THE European political leader whose name has long been associated with scandal is now facing his gravest legal challenge. On 15 February, prosecutors in Milan called Italy’s prime minister Silvio Berlusconi to trial on two charges: procuring the services of a seventeen-year-old girl, Karima El Mahroug, for sex, and abusing power by negotiating with the police in an attempt to secure her release from custody.

This latest crisis, arguably the most severe of Berlusconi’s long period of domination, coincides with Italy’s response to the upheavals in the Middle East – including in its former colony, Libya – and comes in the run-up to the 150th anniversary of Italian unity this month. It illustrates the vacuum at the heart of Italy’s politics: the lack of a figure who can rise above private or party interests and usher in a new era of reform. It has been one of the mysteries of contemporary Italian politics that Berlusconi’s political fortunes have not dipped noticeably in the midst of a series of scandals, and this is in part because of a lack of serious leaders both among his allies and within the opposition.

Recent opinion polls suggest that this time his support is declining, however, and he certainly appears more worried in public than before. Nevertheless, after a day or so of reflection once the trial date was announced, Berlusconi went on the counter-attack, denouncing the process as a “farce” and the magistrates for being politically motivated. In the past he has been at his most dangerous in such situations, convincing his supporters that he is a victim and claiming the democratic high ground as the authentic voice of the people against unelected elites.

Berlusconi has evaded prosecution on successive occasions either by exploiting the statute of limitations or under the protection of parliamentary immunity. This time, when he appears before three (female) judges on 6 April 2011, there may be no escape – and not merely because the latest accusations concern events in 2010, and in January 2011 the constitutional court significantly weakened the April 2010 law that had granted temporary immunity to Il Cavaliere and senior colleagues. It is also because the stakes have become so high: Italy has become so damagingly entrenched in the mire of Berlusconi’s private and public excesses that its very economic and political security, as well as its prestige, is at risk.

The fresh case against Silvio Berlusconi is but the latest in a series of corruption and sex scandals he (and therefore Italy) has been embroiled in for more than a decade. But in recent months a turning point seems to have been reached, with what appears to be a rapid and irreversible decline in his public standing. Polling results released on 14 February suggest that only 30 per cent of Italians now support him.
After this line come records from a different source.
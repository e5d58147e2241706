import { once } from 'node:events';
import { createServer } from 'node:http';
import type { Server } from 'node:http';
import type { AddressInfo } from 'node:net';
import { createApp } from './app.ts';
import { createCompute } from './compute/compute.ts';
import { ConfigError, parseConfig, readSigningKey, requireDatabaseUrl } from './config.ts';
import type { ServerConfig } from './config.ts';
import { checkSchema } from './db/check-schema.ts';
import { openOrm } from './db/orm.ts';
import { endStreams } from './http/event-stream.ts';
import { createLogger } from './http/logging.ts';
import { stopWish } from './stop-wish.ts';

const STOP_MILLISECONDS = 8_000;

async function listen(server: Server, { host, port }: ServerConfig): Promise<AddressInfo> {
  server.listen(port, host);
  try {
    await once(server, 'listening');
  } catch (fault) {
    const code = fault instanceof Error && 'code' in fault ? fault.code : undefined;
    if (code === 'EADDRINUSE') {
      throw new ConfigError(
        `PORT ${port} on ${host} is taken by another program: stop that one or set PORT to another number.`,
      );
    }
    if (code === 'EADDRNOTAVAIL' || code === 'ENOTFOUND') {
      throw new ConfigError(`HOST ${host} is no address of this machine.`);
    }
    if (code === 'EACCES') throw new ConfigError(`PORT ${port} may not be used by this account.`);
    throw fault;
  }
  return server.address() as AddressInfo;
}

/** Lets requests under way finish, within a bound. */
async function drain(server: Server): Promise<void> {
  const closed = new Promise((resolve) => server.close(resolve));
  endStreams();
  // A connection falls idle when its last answer is sent, so they are looked for until none is left.
  const sweep = setInterval(() => server.closeIdleConnections(), 50);
  const bound = setTimeout(() => server.closeAllConnections(), STOP_MILLISECONDS);
  await closed;
  clearInterval(sweep);
  clearTimeout(bound);
}

async function main(): Promise<void> {
  const config = parseConfig(process.env);
  const logger = createLogger(config.logLevel ?? (process.stdout.isTTY ? 'warn' : 'info'));
  const signingKey = readSigningKey(config.secretsFile);
  const orm = await openOrm({ databaseUrl: requireDatabaseUrl(config) });
  const pool = createCompute();
  try {
    await checkSchema(orm, logger);
    const deps = { orm, logger, compute: pool.compute, clock: () => new Date() };
    const app = createApp({ ...deps, config: { ...config, signingKey } });
    const server = createServer({ requestTimeout: 60_000, headersTimeout: 20_000 }, app);
    const wish = stopWish(config);
    const { address, port } = await listen(server, config);
    logger.info({ address, port, version: config.version }, 'listening');
    logger.info({ reason: await wish }, 'stopping');
    await drain(server);
  } finally {
    await pool.close();
    await orm.close(true);
  }
}

try {
  await main();
  process.exit(0);
} catch (fault) {
  if (fault instanceof ConfigError) process.stderr.write(`${fault.message}\n`);
  else createLogger('fatal').fatal({ err: fault }, 'the server could not go on');
  process.exit(1);
}
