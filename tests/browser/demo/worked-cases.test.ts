import { afterAll, afterEach, beforeAll, test } from 'vitest';
import { ENGINE } from '#server/compute/engine-kinds.ts';
import { DEMO_CASES, seedDemo } from '#server/db/seeders/demo/seed-demo.ts';
import { expectNoSidewaysScroll, painted } from '#tests/browser/support/accessibility.ts';
import { openStage, type Stage } from '#tests/browser/support/stage.ts';
import { query } from '#tests/support/test-database.ts';

/** The first worked case of every form, so that each has been seen once. */
function firstOfEveryForm(): string[] {
  const seen = new Set<string>();
  return DEMO_CASES.flatMap(({ title, versions }) => {
    const forms = versions.at(-1)?.document.interaction.terms.map(({ form }) => form) ?? [];
    const fresh = forms.some((form) => !seen.has(form));
    forms.forEach((form) => seen.add(form));
    return fresh ? [title] : [];
  });
}

let stage: Stage;
const ids = new Map<string, string>();
beforeAll(async () => {
  stage = await openStage();
  await seedDemo({
    em: stage.app.em(),
    compute: (kind, input) => Promise.resolve(ENGINE[kind](input)),
    clock: () => new Date(),
    passwordCost: 4,
  });
  const rows = await query(stage.app.database.ownerUrl, 'select id, title from cases');
  for (const { id, title } of rows) ids.set(String(title), String(id));
}, 60_000);
afterAll(() => stage.close());
afterEach(() => stage.settle());

test('a worked case of every form in a newest version opens, does not scroll sideways, and says nothing on the console', async () => {
  const { page, goTo } = await stage.visitor('manager');
  for (const title of firstOfEveryForm()) {
    await page.setViewportSize({ width: 1440, height: 900 });
    await goTo(`/cases/${ids.get(title)}`);
    await page.getByText(title).first().waitFor();
    await page.waitForLoadState('networkidle');
    await page.setViewportSize({ width: 390, height: 844 });
    await painted(page);
    await expectNoSidewaysScroll(page);
  }
}, 120_000);
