import { describe, expect, it } from 'vitest';
import { DomainError } from '#shared/errors.ts';
import {
  ELEMENT_SYMBOLS,
  NUCLIDES,
  NUCLIDES_EDITION,
  atomicMassEnergy,
  atomicNumber,
  massMetBy,
  naturalIsotopes,
  nuclearMassEnergy,
  nuclide,
} from '#server/physics/tables/nuclides.ts';
import { species } from '#server/physics/tables/species.ts';
import { expectRelative } from '#tests/support/expect-relative.ts';

const U = 931494103.72;

function message(action: () => unknown): string {
  try {
    action();
  } catch (error) {
    if (error instanceof DomainError && error.code === 'invalidInput') return error.message;
    throw error;
  }
  throw new Error('Nothing was refused.');
}

describe('the table of nuclides', () => {
  it('holds the values of its edition', () => {
    expect(NUCLIDES_EDITION).toBe('AME2012');
    expect(nuclide('C-12').atomicMass).toBe(12);
    // NIST, Atomic Weights and Isotopic Compositions 4.1.
    expect(nuclide('Au-197')).toMatchObject({ atomicMass: 196.96656879, abundance: 1, spin: 1.5 });
    expect(nuclide('Ca-40')).toMatchObject({
      symbol: 'Ca',
      atomicNumber: 20,
      massNumber: 40,
      spin: 0,
    });
    expect(naturalIsotopes('C').map(({ abundance }) => abundance)).toEqual([0.9893, 0.0107]);
    expect(nuclide('Co-60').abundance).toBeNull();
  });

  it('has the spins that identical particles need', () => {
    const spins = [
      'H-1',
      'H-2',
      'He-3',
      'He-4',
      'Li-6',
      'Li-7',
      'B-10',
      'C-12',
      'O-16',
      'V-51',
      'Hg-199',
    ];
    expect(spins.map((name) => nuclide(name).spin)).toEqual([
      0.5, 1, 0.5, 0, 1, 1.5, 3, 0, 0, 3.5, 0.5,
    ]);
    expect(naturalIsotopes('U').every(({ spin }) => spin !== null)).toBe(true);
  });

  it('gives no spin of the wrong kind: half-integer exactly for odd mass numbers, 0 for even-even', () => {
    for (const { name, spin, atomicNumber: z, massNumber: a } of NUCLIDES) {
      if (spin !== null) expect((2 * spin) % 2, name).toBe(a % 2);
      if (z % 2 === 0 && a % 2 === 0) expect(spin, name).toBe(0);
    }
  });

  it('has compositions that add up to one, each of an element known by its number', () => {
    expect(ELEMENT_SYMBOLS).toHaveLength(118);
    const natural = ELEMENT_SYMBOLS.map((symbol) => naturalIsotopes(symbol)).filter(
      (list) => list.length > 0,
    );
    expect(natural.length).toBeGreaterThan(80);
    for (const isotopes of natural) {
      expectRelative(
        isotopes.reduce((sum, { abundance }) => sum + (abundance ?? 0), 0),
        1,
        1e-9,
      );
    }
  });

  it('has masses within a tenth of the mass number, or 1e-3 of it for the heavy', () => {
    for (const { name, atomicMass, massNumber } of NUCLIDES) {
      expect(Math.abs(atomicMass - massNumber), name).toBeLessThan(
        Math.max(0.12, 1.1e-3 * massNumber),
      );
    }
  });
});

describe('masses', () => {
  it('subtracts the electrons for a charged projectile and keeps them for a neutron', () => {
    const calcium = nuclide('Ca-40');
    expectRelative(atomicMassEnergy(calcium), 39.962590863 * U, 1e-15);
    expectRelative(nuclearMassEnergy(calcium), 39.962590863 * U - 20 * 510998.95069, 1e-15);
    expect(massMetBy(calcium, 2)).toBe(nuclearMassEnergy(calcium));
    expect(massMetBy(calcium, -1)).toBe(nuclearMassEnergy(calcium));
    expect(massMetBy(calcium, 0)).toBe(atomicMassEnergy(calcium));
  });

  it.each([
    ['H-1', 'proton'],
    ['H-2', 'deuteron'],
    ['H-3', 'triton'],
    ['He-3', 'helion'],
    ['He-4', 'alpha'],
  ])('%s has the mass of the %s, so that both ways of writing one collision agree', (name, key) => {
    expect(nuclearMassEnergy(nuclide(name))).toBe(species(key).mass);
  });
});

describe('names', () => {
  it.each(['Ca40', 'ca-40', '40Ca', '⁴⁰Ca', 'CA-40', 'Ca 40', 'ca40'])(
    '%s is refused with the right spelling',
    (name) => {
      expect(message(() => nuclide(name))).toContain('write Ca-40');
    },
  );

  it('names the natural isotopes where the mass number is missing or wrong', () => {
    expect(message(() => nuclide('Li'))).toContain('Li-6, Li-7');
    expect(message(() => nuclide('Li-60'))).toContain('Li-6, Li-7');
    expect(message(() => nuclide('Xx-1'))).toContain('as in Ca-40');
    expect(message(() => nuclide(''))).toContain('as in Ca-40');
    expect(message(() => nuclide('__proto__'))).toContain('not a nuclide');
  });

  it('finds atomic numbers and mends the case of a symbol', () => {
    expect(atomicNumber('Au')).toBe(79);
    expect(message(() => atomicNumber('au'))).toContain('did you mean Au?');
    expect(message(() => atomicNumber('Qq'))).toContain('is not an element');
  });
});
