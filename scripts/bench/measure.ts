/** Seconds per call: the best and the median of `repeats` runs, after as many to warm up. */
export interface Timing {
  best: number;
  median: number;
}

export function measure(run: () => void, repeats: number): Timing {
  for (let i = 0; i < repeats; i++) run();
  const times: number[] = [];
  for (let i = 0; i < repeats; i++) {
    const begun = process.hrtime.bigint();
    run();
    times.push(Number(process.hrtime.bigint() - begun) / 1e9);
  }
  return summary(times);
}

export function summary(times: number[]): Timing {
  const sorted = [...times].sort((x, y) => x - y);
  const at = (share: number) => sorted[Math.floor(share * (sorted.length - 1))] ?? NaN;
  return { best: at(0), median: at(0.5) };
}

export function shown(seconds: number): string {
  return seconds < 1e-3 ? `${(seconds * 1e6).toFixed(1)} µs` : `${(seconds * 1e3).toFixed(2)} ms`;
}
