import { describe, expect, it } from 'vitest';
import {
  ELEMENTS,
  ELEMENTS_EDITION,
  atomicWeight,
  chemicalElement,
  elementDensity,
} from '#server/physics/tables/elements.ts';
import { ELEMENT_SYMBOLS, naturalIsotopes } from '#server/physics/tables/nuclides.ts';
import { expectRelative } from '#tests/support/expect-relative.ts';
import { refusal } from './refusal.ts';

describe('the table of elements', () => {
  it('holds the values of its edition', () => {
    expect(ELEMENTS_EDITION).toBe('CIAAW 2021');
    // Prohaska et al. 2022; Zn was 65.409 and Mo 95.94 in the tables of 1999 and 2001.
    expect(atomicWeight('Au')).toBe(196.96657);
    expect(atomicWeight('Zn')).toBe(65.38);
    expect(atomicWeight('Mo')).toBe(95.95);
    expect(chemicalElement('C')).toMatchObject({
      atomicNumber: 6,
      name: 'Carbon',
      weight: 12.011,
      interval: [12.0096, 12.0116],
      phase: 'solid',
      density: 2.2,
    });
  });

  it('has the symbols of the nuclides in their order', () => {
    expect(ELEMENTS.map(({ symbol }) => symbol)).toEqual(ELEMENT_SYMBOLS);
    expect(ELEMENTS.map(({ atomicNumber }) => atomicNumber)).toEqual(
      ELEMENTS.map((_, index) => index + 1),
    );
  });

  it('flags the fourteen elements whose weight is an interval, and brackets the abridged one', () => {
    const varying = ELEMENTS.filter(({ interval }) => interval !== null);
    // CIAAW 2021, table 1.
    expect(varying.map(({ symbol }) => symbol).join(' ')).toBe(
      'H Li B C N O Mg Si S Cl Ar Br Tl Pb',
    );
    for (const { symbol, weight, weightUncertainty, interval } of varying) {
      expect(interval?.[0], symbol).toBeLessThan(interval?.[1] ?? 0);
      // The abridged value with its uncertainty covers the whole interval, to the digits printed.
      const reach = (weightUncertainty ?? 0) * 1.01;
      expect((weight ?? 0) - reach, symbol).toBeLessThanOrEqual(interval?.[0] ?? 0);
      expect((weight ?? 0) + reach, symbol).toBeGreaterThanOrEqual(interval?.[1] ?? 0);
    }
  });

  it('agrees with the masses and the composition of the isotopes, an independent route', () => {
    let compared = 0;
    for (const { symbol, weight, weightUncertainty } of ELEMENTS) {
      const isotopes = naturalIsotopes(symbol);
      if (weight === null || isotopes.length === 0) continue;
      const composed = isotopes.reduce(
        (sum, { atomicMass, abundance }) => sum + atomicMass * (abundance ?? 0),
        0,
      );
      // Ten years lie between the compositions (2009) and the weights (2021).
      const bound = Math.max(1.5e-4 * weight, weightUncertainty ?? 0);
      expect(Math.abs(composed - weight), symbol).toBeLessThan(bound);
      compared += 1;
    }
    expect(compared).toBe(84);
  });

  it('gives densities to solids and liquids alone', () => {
    for (const { symbol, phase, density } of ELEMENTS) {
      if (phase === 'gas' || phase === 'unknown') expect(density, symbol).toBeNull();
      // Lithium is the lightest solid, osmium the densest.
      else if (density !== null) {
        expect(density, symbol).toBeGreaterThanOrEqual(0.534);
        expect(density, symbol).toBeLessThanOrEqual(22.57);
      }
    }
    expect(elementDensity('Be')).toBe(1.848);
    expect(elementDensity('Hg')).toBe(13.546);
    expectRelative(elementDensity('Al'), 2.699, 1e-4);
  });
});

describe('refusals', () => {
  it.each([
    ['au', 'did you mean Au (gold)?'],
    ['CA', 'did you mean Ca (calcium)?'],
    ['Gold', 'write Au.'],
    ['aluminum', 'write Al.'],
    ['deuterium', 'write H-2.'],
    ['C-12', 'for the natural element write C.'],
    ['12C', 'for the natural element write C.'],
    ['Xx', 'write its symbol, as in Ca.'],
    ['', 'write its symbol, as in Ca.'],
    ['constructor', 'write its symbol, as in Ca.'],
  ])('%s: %s', (symbol, mend) => {
    expect(refusal(() => chemicalElement(symbol))).toContain(mend);
  });

  it('says that a gas has no density and what to give instead', () => {
    for (const gas of ['H', 'N', 'Ar']) {
      expect(refusal(() => elementDensity(gas))).toContain('give its pressure and temperature');
    }
    expect(refusal(() => elementDensity('Fm'))).toContain('give the density of your material');
  });

  it('says that technetium has no standard weight', () => {
    expect(refusal(() => atomicWeight('Tc'))).toContain('Name a nuclide');
  });
});
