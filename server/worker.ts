import { setPriority } from 'node:os';
import process from 'node:process';
import { createCompute } from './compute/compute.ts';
import { ConfigError, parseConfig, requireDatabaseUrl } from './config.ts';
import { checkSchema } from './db/check-schema.ts';
import { openOrm } from './db/orm.ts';
import { createLogger } from './http/logging.ts';
import { runWorker } from './jobs/worker.ts';
import { stopWish } from './stop-wish.ts';

/** Below the server's: where both share a machine, answers go before jobs. */
const NICENESS = 10;

async function main(): Promise<void> {
  const config = parseConfig(process.env);
  const logger = createLogger(config.logLevel ?? (process.stdout.isTTY ? 'warn' : 'info'));
  const orm = await openOrm({ databaseUrl: requireDatabaseUrl(config), poolSize: 4 });
  setPriority(NICENESS);
  const pool = createCompute({ threads: 1 });
  const stopping = new AbortController();
  void stopWish(config).then((reason) => {
    logger.info({ reason }, 'stopping');
    stopping.abort();
  });
  try {
    await checkSchema(orm, logger);
    logger.info({ pid: process.pid, version: config.version }, 'working');
    await runWorker({ orm, logger, compute: pool.compute }, stopping.signal);
  } finally {
    await pool.close();
    await orm.close(true);
  }
}

try {
  await main();
  process.exit(0);
} catch (fault) {
  if (fault instanceof ConfigError) process.stderr.write(`${fault.message}\n`);
  else createLogger('fatal').fatal({ err: fault }, 'the worker could not go on');
  process.exit(1);
}
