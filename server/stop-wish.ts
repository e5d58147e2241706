import process from 'node:process';
import type { ServerConfig } from './config.ts';

/** Resolves, with the reason, when this process is to stop. */
export function stopWish({ stopWithStdin }: Pick<ServerConfig, 'stopWithStdin'>): Promise<string> {
  return new Promise((stop) => {
    process.once('SIGTERM', stop);
    process.once('SIGINT', stop);
    if (!stopWithStdin) return;
    // Whoever started this holds the other end: when it is gone, so are we.
    for (const event of ['end', 'close', 'error']) process.stdin.once(event, () => stop('stdin'));
    process.stdin.resume();
  });
}
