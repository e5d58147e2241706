import { startApplication, stopApplication } from '../drill/application.ts';
import { temporaryPlace } from '../drill/temporary-place.ts';
import { shown, summary } from './measure.ts';

const METHODS = ['born1', 'born2', 'eikonal', 'partialWaves'];
const CREDENTIALS = { email: 'theorist@lowmoor.example', password: 'lowmoor-demo' };

interface Load {
  name: string;
  methods: readonly string[];
  requests: number;
  wanted: string;
}
const LOADS: readonly Load[] = [
  { name: 'first order', methods: ['born1'], requests: 300, wanted: '10 ms' },
  { name: 'all four methods', methods: METHODS, requests: 60, wanted: '100 ms' },
];

function bodyAt(energy: number, methods: readonly string[]) {
  return {
    projectile: { species: 'electron' },
    target: { kind: 'fixed', charge: 0 },
    energy: { value: energy, unit: 'eV' },
    interaction: {
      terms: [
        {
          form: 'yukawa',
          V0: { value: -10, unit: 'eV' },
          a: { value: 1, unit: 'angstrom' },
        },
      ],
    },
    methods,
    angles: { unit: 'deg', from: 0, to: 180, count: 181 },
  };
}

async function post(url: string, body: unknown, cookie = ''): Promise<Response> {
  const headers = { 'content-type': 'application/json', origin: new URL(url).origin, cookie };
  const answer = await fetch(url, { method: 'POST', headers, body: JSON.stringify(body) });
  if (!answer.ok) throw new Error(`${url} answered ${answer.status}: ${await answer.text()}`);
  return answer;
}

/** Every request has an energy of its own: nothing is answered from memory. */
async function benchLoad(base: string, cookie: string, load: Load): Promise<void> {
  const { name, methods, requests, wanted } = load;
  const times: number[] = [];
  for (let i = -requests / 6; i < requests; i++) {
    const begun = performance.now();
    await (await post(`${base}/api/estimates`, bodyAt(400 + i, methods), cookie)).json();
    if (i >= 0) times.push((performance.now() - begun) / 1e3);
  }
  const { best, median } = summary(times);
  console.log(
    `\nPOST /api/estimates, ${name}, 181 angles, ${requests} requests: ${shown(best)} best, ${shown(median)} median, wanted below ${wanted}`,
  );
}

/** POST /api/estimates of 181 angles, one after another over loopback, from a fresh application. */
export async function benchEstimates(): Promise<void> {
  const place = await temporaryPlace();
  const application = await startApplication(place);
  try {
    const base = `http://127.0.0.1:${place.port}`;
    const signedIn = await post(`${base}/api/auth/sign-in`, CREDENTIALS);
    const cookie = signedIn.headers
      .getSetCookie()
      .map((line) => line.split(';')[0])
      .join('; ');
    for (const load of LOADS) await benchLoad(base, cookie, load);
  } finally {
    await stopApplication(application);
    place.remove();
  }
}
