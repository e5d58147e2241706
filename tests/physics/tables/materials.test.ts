import { describe, expect, it } from 'vitest';
import { AVOGADRO } from '#server/physics/constants/codata2022.ts';
import { chemicalElement } from '#server/physics/tables/elements.ts';
import { countOf, parseFormula } from '#server/physics/tables/formula.ts';
import {
  MATERIALS,
  gasUnitsPerVolume,
  material,
  materialDensity,
  unitsPerVolume,
} from '#server/physics/tables/materials.ts';
import { expectRelative } from '#tests/support/expect-relative.ts';
import { refusal } from './refusal.ts';

const perCubicCentimetre = (formula: string, density: number) =>
  unitsPerVolume(parseFormula(formula), density) * 1e24;

describe('number densities', () => {
  // Recomputed from IUPAC's abridged weights, per cm³.
  it.each([
    ['Au', 19.3, 5.900865e22],
    ['Au', 19.32, 5.90698e22],
    ['C', 2.21, 1.108062e23],
    ['C', 2.267, 1.136641e23],
    ['Al', 2.699, 6.024029e22],
    ['Cu', 8.96, 8.491232e22],
    ['Si', 2.329, 4.99397e22],
    ['Pb', 11.35, 3.298808e22],
    ['Be', 1.848, 1.234875e23],
    ['V', 6.11, 7.223046e22],
    ['Fe', 7.874, 8.491062e22],
    ['CH2', 0.94, 4.035654e22],
    ['H2O', 0.99705, 3.332987e22],
  ])('%s at %f g/cm³ has %f units per cm³', (formula, density, expected) => {
    expectRelative(perCubicCentimetre(formula, density), expected, 1e-6);
  });

  it('count atoms: polyethylene has 8.071309e22 hydrogens per cm³', () => {
    const formula = parseFormula('CH2');
    const hydrogens = unitsPerVolume(formula, 0.94) * 1e24 * countOf(formula, 'H');
    expectRelative(hydrogens, 8.071309e22, 1e-6);
  });

  it.each([
    ['Au', 3.057443e15],
    ['C', 5.013855e16],
    ['12C', 5.018451e16],
    ['Al', 2.231949e16],
    ['CH2', 4.293249e16],
  ])('one µg of %s holds %f formula units', (formula, expected) => {
    expectRelative((1e-6 * AVOGADRO) / parseFormula(formula).molarMass, expected, 1e-6);
  });

  it('of gases follow from pressure and temperature: the Loschmidt constant', () => {
    // CODATA 2022: 2.686780111e25 per m³ at 101325 Pa and 273.15 K; 2.470739e19 per cm³ at one bar and 20 °C.
    expectRelative(gasUnitsPerVolume(101325, 273.15) * 1e30, 2.686780111e25, 1e-9);
    expectRelative(gasUnitsPerVolume(1e5, 293.15) * 1e24, 2.470739e19, 1e-6);
    expectRelative(gasUnitsPerVolume(2e5, 293.15), 2 * gasUnitsPerVolume(1e5, 293.15), 1e-14);
  });
});

describe('the table of materials', () => {
  it('has about forty, each with a key of its own and a formula that can be read', () => {
    expect(MATERIALS.length).toBeGreaterThanOrEqual(40);
    expect(new Set(MATERIALS.map(({ key }) => key)).size).toBe(MATERIALS.length);
    for (const { key, formula, source } of MATERIALS) {
      expect(key).toMatch(/^[a-z0-9]+(-[a-z0-9]+)*$/);
      expect(parseFormula(formula).molarMass, key).toBeGreaterThan(1);
      expect(source.length, key).toBeGreaterThan(20);
    }
  });

  it('gives densities to solids and liquids alone, within the range it states', () => {
    for (const { key, phase, density, range } of MATERIALS) {
      if (phase === 'gas') expect([density, range], key).toEqual([null, null]);
      else expect(density, key).toBeGreaterThan(0.5);
      if (density !== null && range !== null) {
        expect(range[0], key).toBeLessThanOrEqual(density);
        expect(range[1], key).toBeGreaterThanOrEqual(density);
      }
    }
  });

  it('agrees for pure elements with the table of elements, which has another source', () => {
    let compared = 0;
    for (const { key, formula, density } of MATERIALS) {
      const { parts } = parseFormula(formula);
      if (density === null || parts.length > 1 || formula === 'C') continue;
      expectRelative(density, chemicalElement(parts[0]?.symbol ?? '').density ?? NaN, 2e-3);
      compared += 1;
      expect(key).toBe(chemicalElement(formula).name.toLowerCase());
    }
    expect(compared).toBe(20);
  });

  // Edge of the cubic cell in angstrom and formula units in it (Wyckoff, Crystal Structures), from memory: densities from crystallography.
  it.each([
    ['silicon', 5.431, 8],
    ['germanium', 5.658, 8],
    ['diamond', 3.567, 8],
    ['aluminium', 4.0496, 4],
    ['copper', 3.6149, 4],
    ['silver', 4.0857, 4],
    ['gold', 4.0782, 4],
    ['lead', 4.9505, 4],
    ['tungsten', 3.1652, 2],
    ['lithium-fluoride', 4.0263, 4],
    ['calcium-fluoride', 5.4626, 4],
    ['caesium-iodide', 4.567, 1],
    ['sodium-iodide', 6.4728, 4],
  ])('%s has the density of its crystal cell', (key, edge, units) => {
    const { formula } = material(key);
    const cell = (units * parseFormula(formula).molarMass) / (AVOGADRO * (edge * 1e-8) ** 3);
    // Handbooks print three digits, and those of CsI and its cell are 0.4 % apart.
    expectRelative(materialDensity(key), cell, 5e-3);
  });

  it('has the air of handbooks: 28.96 g/mol, 1.2048e-3 g/cm³ at 20 °C and one atmosphere', () => {
    const air = parseFormula(material('air').formula);
    expectRelative(air.molarMass, 28.9655, 2e-4);
    const perVolume = gasUnitsPerVolume(101325, 293.15) * 1e24;
    expectRelative((perVolume * air.molarMass) / AVOGADRO, 1.2048e-3, 1e-3);
  });

  it('names no dose and no activity', () => {
    for (const { key, notes } of MATERIALS) {
      expect(notes, key).not.toMatch(/\b(Bq|Ci|Sv|Gy|rem|dose|activity|half-life)\b/i);
    }
  });
});

describe('refusals', () => {
  it.each([
    ['Gold', 'did you mean gold?'],
    ['Au', 'did you mean gold?'],
    ['SiO2', 'did you mean silica?'],
    ['helium', 'did you mean helium-gas or helium-3-gas?'],
    ['cesium', 'known: graphite'],
    ['', 'known: graphite'],
    ['__proto__', 'by formula and density'],
  ])('%s: %s', (key, mend) => {
    expect(refusal(() => material(key))).toContain(mend);
  });

  it('ask pressure and temperature of a gas', () => {
    expect(refusal(() => materialDensity('argon-gas'))).toContain(
      'give its pressure and temperature',
    );
  });

  it('name the range', () => {
    const water = parseFormula('H2O');
    for (const bad of [0, -1, 997, NaN, Infinity]) {
      expect(refusal(() => unitsPerVolume(water, bad))).toContain('check the unit');
      if (bad !== 997)
        expect(refusal(() => gasUnitsPerVolume(bad, 300))).toContain('Pa is out of range');
      if (bad !== 997) expect(refusal(() => gasUnitsPerVolume(1e5, bad))).toContain('293.15 K');
    }
  });
});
Italy’s bruised reputation is largely the result of Berlusconi’s success in recasting the country in his own image. A fusion of money, sex and personal interests has allowed Berlusconismo to corrode the normal safeguards: the rule of law, equal citizenship and political transparency. Italy’s very identity is suffering as a result, and since the trial date was announced critics and foreign correspondents have talked of the “bunga bunga” nation and the derogatory way women have been represented in Berlusconi’s political formation – his equal opportunities minister, for example, is a former topless dancer – as well as at his own private parties. Power, for Silvio Berlusconi, extends seamlessly across the boundaries of the public and the private.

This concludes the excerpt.